New rules aimed at regulating India’s microfinance industry, whose spectacular growth and near collapse strongly echo the U.S. subprime mortgage crisis, are set to take effect April 1.
Neighboring Bangladesh’s supreme court will also resume hearing an appeal from Muhammad Yunus on April 4. Yunus was removed last month as head of the Grameen Bank, which he founded and grew into a billion-dollar cooperative, winning him and the bank the Nobel Peace Prize.
The future of what many experts agree is an effective tool to fight poverty in two critical markets could be at stake. In India and Bangladesh, roughly three-quarters of a billion people live on less than two U.S. dollars a day. We may also find answers to whether there’s room for profit-making in a business historically the realm of non-profits or cooperatives.
Yunus did not invent the concept of microlending. However, with media-savvy honed as a student in Colorado and Tennessee, he won international acclaim for his efforts based on a simple idea: that poor people are credit-worthy and if the terms are not usurious they can use credit to work their way out of poverty. The Grameen Bank’s 8.3 million borrowers would seem to bear that out. All of them also have savings accounts with the bank, totaling more than $1.4 billion.
Grameen’s success played no small part in spawning a commercial microlending industry in India. In less than a decade, there were $7 billion dollars in loans handed out. One company, SKS Micro Finance, raised $350 million in an initial public stock offering. However, the goal of many of the new commercial lenders seemed to shift away from helping the poor start new enterprises. They pushed loans with no questions asked; not about the purpose, not even whether borrowers had loans outstanding from other companies. The goal, it seemed, was to increase the number of borrowers and thereby attract the big investors.
In no time, people began taking out new loans simply to stay current on old ones, with predictable consequences. A spate of suicides in the southern state of Andhra Pradesh drew in political leaders, some exhorting borrowers to stop making payments. Banks stopped lending to microfinance companies, drying up their source of capital (unlike Grameen, which finances its loans through borrowers’ deposits, India’s commercial lenders rely primarily on private banks).

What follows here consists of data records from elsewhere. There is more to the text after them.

import { createColumnHelper, getCoreRowModel, getFilteredRowModel, getSortedRowModel, useReactTable, type ColumnFiltersState, type Row, type SortingState } from "@tanstack/react-table";
import { useMemo, useState } from "react";
import { RiskCategorySchema, RiskKindSchema, RiskStatusSchema, type RiskAnswer } from "#shared/schemas/risks.ts";
import { AudienceMark } from "../../../components/ui/audience-mark.tsx";
import { Button } from "../../../components/ui/button.tsx";
import { DataTable } from "../../../components/ui/data-table.tsx";
import { SelectField } from "../../../components/ui/field.tsx";
import { formatDate, formatMoney } from "../../../lib/format.ts";
import { optionsOf } from "../../../lib/forms.ts";
import { useNarrow } from "../../../lib/use-narrow.ts";
import { BAND_ORDER, BAND_WORD, CATEGORY_WORD, KIND_WORD, STATUS_WORD, workingDays } from "../words.ts";
import { BandMark, TrendMark } from "./marks.tsx";

interface Meta {
  currency: string;
  onOpen: (r: RiskAnswer) => void;
}

const col = createColumnHelper<RiskAnswer>();
const equals = (row: Row<RiskAnswer>, id: string, value: unknown) => value === undefined || value === "" || String(row.getValue(id)) === value;
const metaOf = (t: { options: { meta?: unknown } }) => t.options.meta as Meta;

/** "Owner: …" and the exposure, the lines a card and a row both show. */
function exposureWords(r: RiskAnswer, currency: string): string {
  const parts = [];
  if (r.expectedCost !== null) parts.push(`${formatMoney(r.expectedCost, currency)} expected`);
  if (r.scheduleDays !== null) parts.push(workingDays(r.scheduleDays));
  return parts.length ? parts.join(" · ") : "—";
}

const columns = [
  col.accessor("reference", { header: "Ref", cell: (c) => <span className="tabular whitespace-nowrap font-semibold">{c.getValue()}</span> }),
  col.accessor("kind", { header: "Kind", filterFn: equals, cell: (c) => KIND_WORD[c.getValue()] }),
  col.accessor("title", {
    header: "Risk or issue",
    cell: ({ row, table }) => (
      <div className="min-w-48">
        <button type="button" className="text-left font-medium underline decoration-rule-strong underline-offset-4 hover:decoration-ink" onClick={() => metaOf(table).onOpen(row.original)}>
          {row.original.title}
        </button>
        <p className="text-xs text-ink-faint">{CATEGORY_WORD[row.original.category]}</p>
      </div>
    ),
  }),
  col.accessor("category", { header: "Category", filterFn: equals }),
  col.accessor((r) => r.owner.id, { id: "owner", header: "Owner", filterFn: equals, cell: (c) => c.row.original.owner.name }),
  col.accessor("score", {
    header: "Score",
    cell: ({ row }) => (
      <div>
        <BandMark band={row.original.band} score={row.original.score} />
        <p className="tabular text-xs text-ink-faint">
          L{row.original.likelihood} × I{row.original.impact}
        </p>
      </div>
    ),
  }),
  col.accessor("band", { header: "Band", filterFn: equals, sortingFn: (a, b) => BAND_ORDER.indexOf(a.original.band) - BAND_ORDER.indexOf(b.original.band) }),
  col.accessor("trend", { header: "Trend", cell: (c) => <TrendMark trend={c.getValue()} /> }),
  col.display({ id: "exposure", header: "Exposure", cell: ({ row, table }) => <span className="tabular whitespace-nowrap">{exposureWords(row.original, metaOf(table).currency)}</span> }),
  col.accessor("status", {
    header: "Status",
    filterFn: equals,
    cell: ({ row }) => (
      <div className="whitespace-nowrap">
        {STATUS_WORD[row.original.status]}
        {row.original.kind === "issue" && row.original.dueDate ? <p className="text-xs text-ink-faint">action due {formatDate(row.original.dueDate)}</p> : null}
      </div>
    ),
  }),
  col.accessor("audience", { header: "Audience", cell: (c) => <AudienceMark audience={c.getValue()} /> }),
];

const ALL = { value: "", label: "All" };
// Stable: the table recomputes whenever its state objects change identity.
const HIDDEN = { category: false, band: false, kind: false };
const BY_SCORE: SortingState = [{ id: "score", desc: true }];

/** One risk as a card, for phone width: the same facts as a row, stacked. */
function RiskCard({ r, currency, onOpen }: { r: RiskAnswer; currency: string; onOpen: (r: RiskAnswer) => void }) {
  return (
    <li className="border border-rule bg-sheet p-3" data-risk-id={r.id} data-testid="risk-card">
      <div className="flex items-start justify-between gap-2">
        <p className="tabular text-sm font-semibold">
          {r.reference} · {KIND_WORD[r.kind]}
        </p>
        <AudienceMark audience={r.audience} />
      </div>
      <h3 className="mt-1 font-medium">{r.title}</h3>
      <dl className="mt-2 grid grid-cols-[auto_1fr] gap-x-3 gap-y-1 text-sm">
        <dt className="text-ink-soft">Score</dt>
        <dd>
          <BandMark band={r.band} score={r.score} />
        </dd>
        <dt className="text-ink-soft">Trend</dt>
        <dd>
          <TrendMark trend={r.trend} />
        </dd>
        <dt className="text-ink-soft">Owner</dt>
        <dd>{r.owner.name}</dd>
        <dt className="text-ink-soft">Status</dt>
        <dd>{STATUS_WORD[r.status]}</dd>
        <dt className="text-ink-soft">Exposure</dt>
        <dd className="tabular">{exposureWords(r, currency)}</dd>
      </dl>
      <Button size="sm" className="mt-2 min-h-11 w-full" onClick={() => onOpen(r)} aria-label={`Open ${r.reference} ${r.title}`}>
        Open
      </Button>
    </li>
  );
}

/**
 * The register: risks and issues filtered by kind, status, owner, category and band, highest
 * score first. At phone width the rows become cards, filtered the same way.
 */
export function RiskRegister({ risks, currency, onOpen }: { risks: RiskAnswer[]; currency: string; onOpen: (r: RiskAnswer) => void }) {
  const [filters, setFilters] = useState<ColumnFiltersState>([{ id: "status", value: "open" }]);
  const [sorting, setSorting] = useState<SortingState>(BY_SCORE);
  const narrow = useNarrow();
  const table = useReactTable({
    data: risks,
    columns,
    meta: { currency, onOpen } satisfies Meta,
    getRowId: (r) => String(r.id),
    state: { columnFilters: filters, sorting, columnVisibility: HIDDEN },
    onColumnFiltersChange: setFilters,
    onSortingChange: setSorting,
    getCoreRowModel: getCoreRowModel(),
    getFilteredRowModel: getFilteredRowModel(),
    getSortedRowModel: getSortedRowModel(),
  });
  const owners = useMemo(() => [...new Map(risks.map((r) => [r.owner.id, r.owner.name])).entries()].sort((a, b) => a[1].localeCompare(b[1])), [risks]);
  const filterValue = (id: string) => (filters.find((f) => f.id === id)?.value as string | undefined) ?? "";
  const setFilter = (id: string, value: string) => setFilters((fs) => [...fs.filter((f) => f.id !== id), ...(value ? [{ id, value }] : [])]);
  const rows = table.getRowModel().rows;

  return (
    <div className="flex flex-col gap-3">
      <div className="grid grid-cols-2 gap-3 sm:grid-cols-5" role="group" aria-label="Filter the register">
        <SelectField label="Kind" value={filterValue("kind")} onChange={(e) => setFilter("kind", e.target.value)} options={[ALL, ...optionsOf(KIND_WORD, RiskKindSchema.options)]} />
        <SelectField label="Status" value={filterValue("status")} onChange={(e) => setFilter("status", e.target.value)} options={[ALL, ...optionsOf(STATUS_WORD, RiskStatusSchema.options)]} />
        <SelectField label="Owner" value={filterValue("owner")} onChange={(e) => setFilter("owner", e.target.value)} options={[ALL, ...owners.map(([id, name]) => ({ value: String(id), label: name }))]} />
        <SelectField label="Category" value={filterValue("category")} onChange={(e) => setFilter("category", e.target.value)} options={[ALL, ...optionsOf(CATEGORY_WORD, RiskCategorySchema.options)]} />
        <SelectField label="Band" value={filterValue("band")} onChange={(e) => setFilter("band", e.target.value)} options={[ALL, ...optionsOf(BAND_WORD, BAND_ORDER)]} />
      </div>
      <p aria-live="polite" className="text-sm text-ink-soft">
        {rows.length} of {risks.length} shown
      </p>
      {narrow ? (
        rows.length === 0 ? (
          <p className="border border-rule bg-sheet px-3 py-6 text-center text-ink-soft">Nothing matches these filters.</p>
        ) : (
          <ul className="flex flex-col gap-3" aria-label="Risks and issues">
            {rows.map((row) => (
              <RiskCard key={row.id} r={row.original} currency={currency} onOpen={onOpen} />
            ))}
          </ul>
        )
      ) : (
        <DataTable table={table} caption="Risks and issues" empty="Nothing matches these filters." dense rowProps={(row) => ({ "data-risk-id": row.original.id })} />
      )}
    </div>
  );
}
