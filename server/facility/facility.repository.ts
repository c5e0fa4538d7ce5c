import type { Knex } from "knex";
import type { Audience } from "#shared/schemas/common.ts";
import {
  DesignFiguresSchema,
  type Containment,
  type DesignFigures,
  type FeatureKind,
  type FeatureStatus,
  type PlantKind,
  type RatingUnit,
  type SecurityLayer,
  type UnitStage,
} from "#shared/schemas/facility.ts";
import { replaceChildRows } from "../core/child-rows.ts";
import { firstRow, num, numOrNull, oneOf, oneOfOrNull, readRow, text, textOrNull, updateVersioned, type Row } from "../db/rows.ts";

export type Q = Knex | Knex.Transaction;

/**
 * The facility's stored record: capacity blocks (with the milestones they depend on), plant
 * systems (with the blocks they serve and their linked milestones), their units, and site
 * features. Reads return the whole record of a project: readiness is computed over all of it
 * (a hidden system still holds a block back), and the facility service shows each viewer only
 * what their audience allows (`forViewer` in facility.figures.ts), in that one place.
 */

// ---------------------------------------------------------------------------------------------
// Capacity blocks
// ---------------------------------------------------------------------------------------------

/** The written fields of a block, as its columns hold them (dependencies in their own table). */
export interface BlockFields {
  name: string;
  racks: number;
  itKw: number;
  maxKwPerRack: number;
  coolingApproach: string;
  containment: Containment;
  audience: Audience;
  stage: string;
  notes: string;
}

export interface BlockRecord extends BlockFields {
  id: number;
  projectId: number;
  /** Every milestone it depends on (any audience), ascending. */
  dependsOn: number[];
  version: number;
}

const BLOCK_COLUMNS: Record<keyof BlockFields, string> = {
  name: "name",
  racks: "racks",
  itKw: "it_kw",
  maxKwPerRack: "max_kw_per_rack",
  coolingApproach: "cooling_approach",
  containment: "containment",
  audience: "audience",
  stage: "stage",
  notes: "notes",
};

const readBlock = readRow<Omit<BlockRecord, "dependsOn">>({
  id: num(), projectId: num(), name: text(), racks: num(), itKw: num(), maxKwPerRack: num(), coolingApproach: text(), containment: oneOf<Containment>(),
  audience: oneOf<Audience>(), stage: text(), notes: text(), version: num(),
});
const toBlock = (r: Row, dependsOn: number[]): BlockRecord => ({ ...readBlock(r), dependsOn });

/** Pairs of (owner id, linked id) from a link table, grouped by owner, linked ids ascending. */
async function linksOf(q: Q, table: string, ownerColumn: string, linkedColumn: string, ownerIds: readonly number[]): Promise<Map<number, number[]>> {
  const map = new Map<number, number[]>();
  if (ownerIds.length === 0) return map;
  const rows = (await q(table).whereIn(ownerColumn, [...ownerIds]).select(ownerColumn, linkedColumn).orderBy(linkedColumn)) as Array<Record<string, unknown>>;
  for (const r of rows) {
    const owner = Number(r[ownerColumn]);
    const list = map.get(owner) ?? [];
    list.push(Number(r[linkedColumn]));
    map.set(owner, list);
  }
  return map;
}

const byOrder = [{ column: "sort_order" }, { column: "id" }];

export async function listBlocks(q: Q, projectId: number): Promise<BlockRecord[]> {
  const rows = (await q("capacity_blocks").where({ project_id: projectId }).orderBy(byOrder)) as Array<Record<string, unknown>>;
  const deps = await linksOf(q, "capacity_block_milestones", "block_id", "milestone_id", rows.map((r) => Number(r.id)));
  return rows.map((r) => toBlock(r, deps.get(Number(r.id)) ?? []));
}

export async function findBlock(q: Q, id: number, opts: { forUpdate?: boolean } = {}): Promise<BlockRecord | null> {
  const r = await findRow(q, "capacity_blocks", id, opts);
  if (!r) return null;
  const deps = await linksOf(q, "capacity_block_milestones", "block_id", "milestone_id", [id]);
  return toBlock(r, deps.get(id) ?? []);
}

/** The written fields of a block, from an input or a record. */
export function blockFieldsOf(b: BlockFields): BlockFields {
  return Object.fromEntries(Object.keys(BLOCK_COLUMNS).map((k) => [k, b[k as keyof BlockFields]])) as unknown as BlockFields;
}

const blockRow = (fields: Partial<BlockFields>) => rowOf(fields, BLOCK_COLUMNS);

export async function insertBlock(q: Q, projectId: number, fields: BlockFields, at: Date): Promise<number> {
  const [id] = await q("capacity_blocks").insert({ ...blockRow(fields), project_id: projectId, sort_order: await nextOrder(q, "capacity_blocks", projectId), version: 1, created_at: at, updated_at: at });
  return Number(id);
}

/** Optimistic concurrency (see `updateRow`): 0 = someone else saved first. */
export const updateBlock = (q: Q, id: number, version: number, fields: Partial<BlockFields>, at: Date) => updateRow(q, "capacity_blocks", id, version, blockRow(fields), at);

export async function replaceBlockMilestones(q: Q, blockId: number, milestoneIds: readonly number[]): Promise<void> {
  await replaceChildRows(q, "capacity_block_milestones", { block_id: blockId }, ["milestone_id"], milestoneIds.map((id) => ({ block_id: blockId, milestone_id: id })));
}

export const deleteBlock = (q: Q, id: number) => deleteRow(q, "capacity_blocks", id);

/** Blocks of the project by name (any audience), for the unique-name check. */
export async function findBlockIdByName(q: Q, projectId: number, name: string): Promise<number | null> {
  const r = await q("capacity_blocks").where({ project_id: projectId, name }).first("id");
  return r ? Number(r.id) : null;
}

// ---------------------------------------------------------------------------------------------
// Plant systems
// ---------------------------------------------------------------------------------------------

export interface SystemFields {
  name: string;
  kind: PlantKind;
  audience: Audience;
  neededPerSystem: number;
  independentSystems: number;
  ratingPerUnit: number | null;
  ratingUnit: RatingUnit | null;
  design: DesignFigures;
  notes: string;
}

export interface SystemRecord extends SystemFields {
  id: number;
  projectId: number;
  /** Blocks whose load it serves (any audience), ascending. */
  serves: number[];
  /** Milestones linked to it (any audience), ascending. */
  linkedMilestones: number[];
  version: number;
}

const readSystem = readRow<Omit<SystemRecord, "serves" | "linkedMilestones">>({
  id: num(), projectId: num(), name: text(), kind: oneOf<PlantKind>(), audience: oneOf<Audience>(), neededPerSystem: num(), independentSystems: num(),
  ratingPerUnit: numOrNull(), ratingUnit: oneOfOrNull<RatingUnit>(),
  // Stored as JSON; parsed through the schema so a figure added later reads with its default.
  design: (row) => DesignFiguresSchema.parse(JSON.parse(String(row.design ?? "{}"))),
  notes: text(), version: num(),
});
const toSystem = (r: Row, serves: number[], linkedMilestones: number[]): SystemRecord => ({ ...readSystem(r), serves, linkedMilestones });

const SYSTEM_COLUMNS: Record<keyof SystemFields, string> = {
  name: "name",
  kind: "kind",
  audience: "audience",
  neededPerSystem: "needed_per_system",
  independentSystems: "independent_systems",
  ratingPerUnit: "rating_per_unit",
  ratingUnit: "rating_unit",
  design: "design",
  notes: "notes",
};

function systemRow(fields: Partial<SystemFields>): Record<string, unknown> {
  return rowOf({ ...fields, design: fields.design === undefined ? undefined : JSON.stringify(fields.design) }, SYSTEM_COLUMNS);
}

async function systemsFrom(q: Q, rows: Array<Record<string, unknown>>): Promise<SystemRecord[]> {
  const ids = rows.map((r) => Number(r.id));
  const serves = await linksOf(q, "plant_system_blocks", "system_id", "block_id", ids);
  const milestones = await linksOf(q, "plant_system_milestones", "system_id", "milestone_id", ids);
  return rows.map((r) => toSystem(r, serves.get(Number(r.id)) ?? [], milestones.get(Number(r.id)) ?? []));
}

export async function listSystems(q: Q, projectId: number): Promise<SystemRecord[]> {
  return systemsFrom(q, (await q("plant_systems").where({ project_id: projectId }).orderBy(byOrder)) as Array<Record<string, unknown>>);
}

export async function findSystem(q: Q, id: number, opts: { forUpdate?: boolean } = {}): Promise<SystemRecord | null> {
  const r = await findRow(q, "plant_systems", id, opts);
  return r ? (await systemsFrom(q, [r]))[0]! : null;
}
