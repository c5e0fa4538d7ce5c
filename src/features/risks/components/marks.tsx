import type { RiskBand, RiskTrend } from "#shared/schemas/risks.ts";
import { BAND_ORDER, BAND_WORD, TREND_WORD } from "../words.ts";

/**
 * A band as a four-step gauge: one step filled for low up to four for critical, with the word
 * beside it, so the band reads without colour (and without the milestone status shapes).
 */
export function BandMark({ band, score }: { band: RiskBand; score?: number }) {
  const steps = BAND_ORDER.indexOf(band) + 1;
  return (
    <span className="inline-flex items-center gap-1.5 whitespace-nowrap" data-band={band}>
      <svg aria-hidden width="22" height="12" viewBox="0 0 22 12" className="shrink-0" data-shape={`gauge-${steps}`}>
        {[0, 1, 2, 3].map((i) => (
          <rect key={i} x={i * 5.5 + 0.5} y={9 - i * 2.6} width="4.2" height={2.5 + i * 2.6} fill={i < steps ? "currentColor" : "none"} stroke="currentColor" strokeWidth="1" />
        ))}
      </svg>
      {score !== undefined ? <span className="tabular font-semibold">{score}</span> : null}
      <span className={band === "critical" || band === "high" ? "font-semibold" : undefined}>{BAND_WORD[band]}</span>
    </span>
  );
}

const ARROW: Record<RiskTrend, string> = {
  rising: "M6 1.5 10.5 7H7.4v3.5H4.6V7H1.5z",
  falling: "M6 10.5 1.5 5h3.1V1.5h2.8V5h3.1z",
  steady: "M10.5 6 5 1.5v3.1H1.5v2.8H5v3.1z",
  new: "M6 1l1.3 3.4L11 4.6 8.1 7l1 3.6L6 8.6 2.9 10.6l1-3.6L1 4.6l3.7-.2z",
};

/** The trend as an arrow (up, down, across) or a star for a new item, with its word. */
export function TrendMark({ trend }: { trend: RiskTrend }) {
  return (
    <span className="inline-flex items-center gap-1 whitespace-nowrap" data-trend={trend}>
      <svg aria-hidden width="12" height="12" viewBox="0 0 12 12" className="shrink-0" data-shape={`trend-${trend}`}>
        <path d={ARROW[trend]} fill={trend === "steady" ? "none" : "currentColor"} stroke="currentColor" strokeWidth={trend === "steady" ? 1.2 : 0} />
      </svg>
      {TREND_WORD[trend]}
    </span>
  );
}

The industry verged on collapse.
India’s government has agreed to infuse $22 million to make capital available to smaller microlenders, along with the new central bank rules. The move adds national regulations to local ones enacted earlier in Andhra Pradesh, including interest rate caps and closer scrutiny of credit limits and borrowers’ incomes.
A key question among development experts is how to scale up ideas such as microfinance. India’s experience suggests that a “mission-driven” and social business approach such as Grameen’s is the way to go. Other analysts say Grameen’s success itself has inevitably drawn it into parochial Bangladeshi politics, and many of the country’s prominent thinkers have resented the international spotlight and perceived interference that Yunus has brought to what they consider a national issue.
Riding on the court’s decision — or perhaps a settlement with government officials — is the continued control of Grameen by its borrowers, one of the world’s most spectacular examples of what Yunus calls a social business.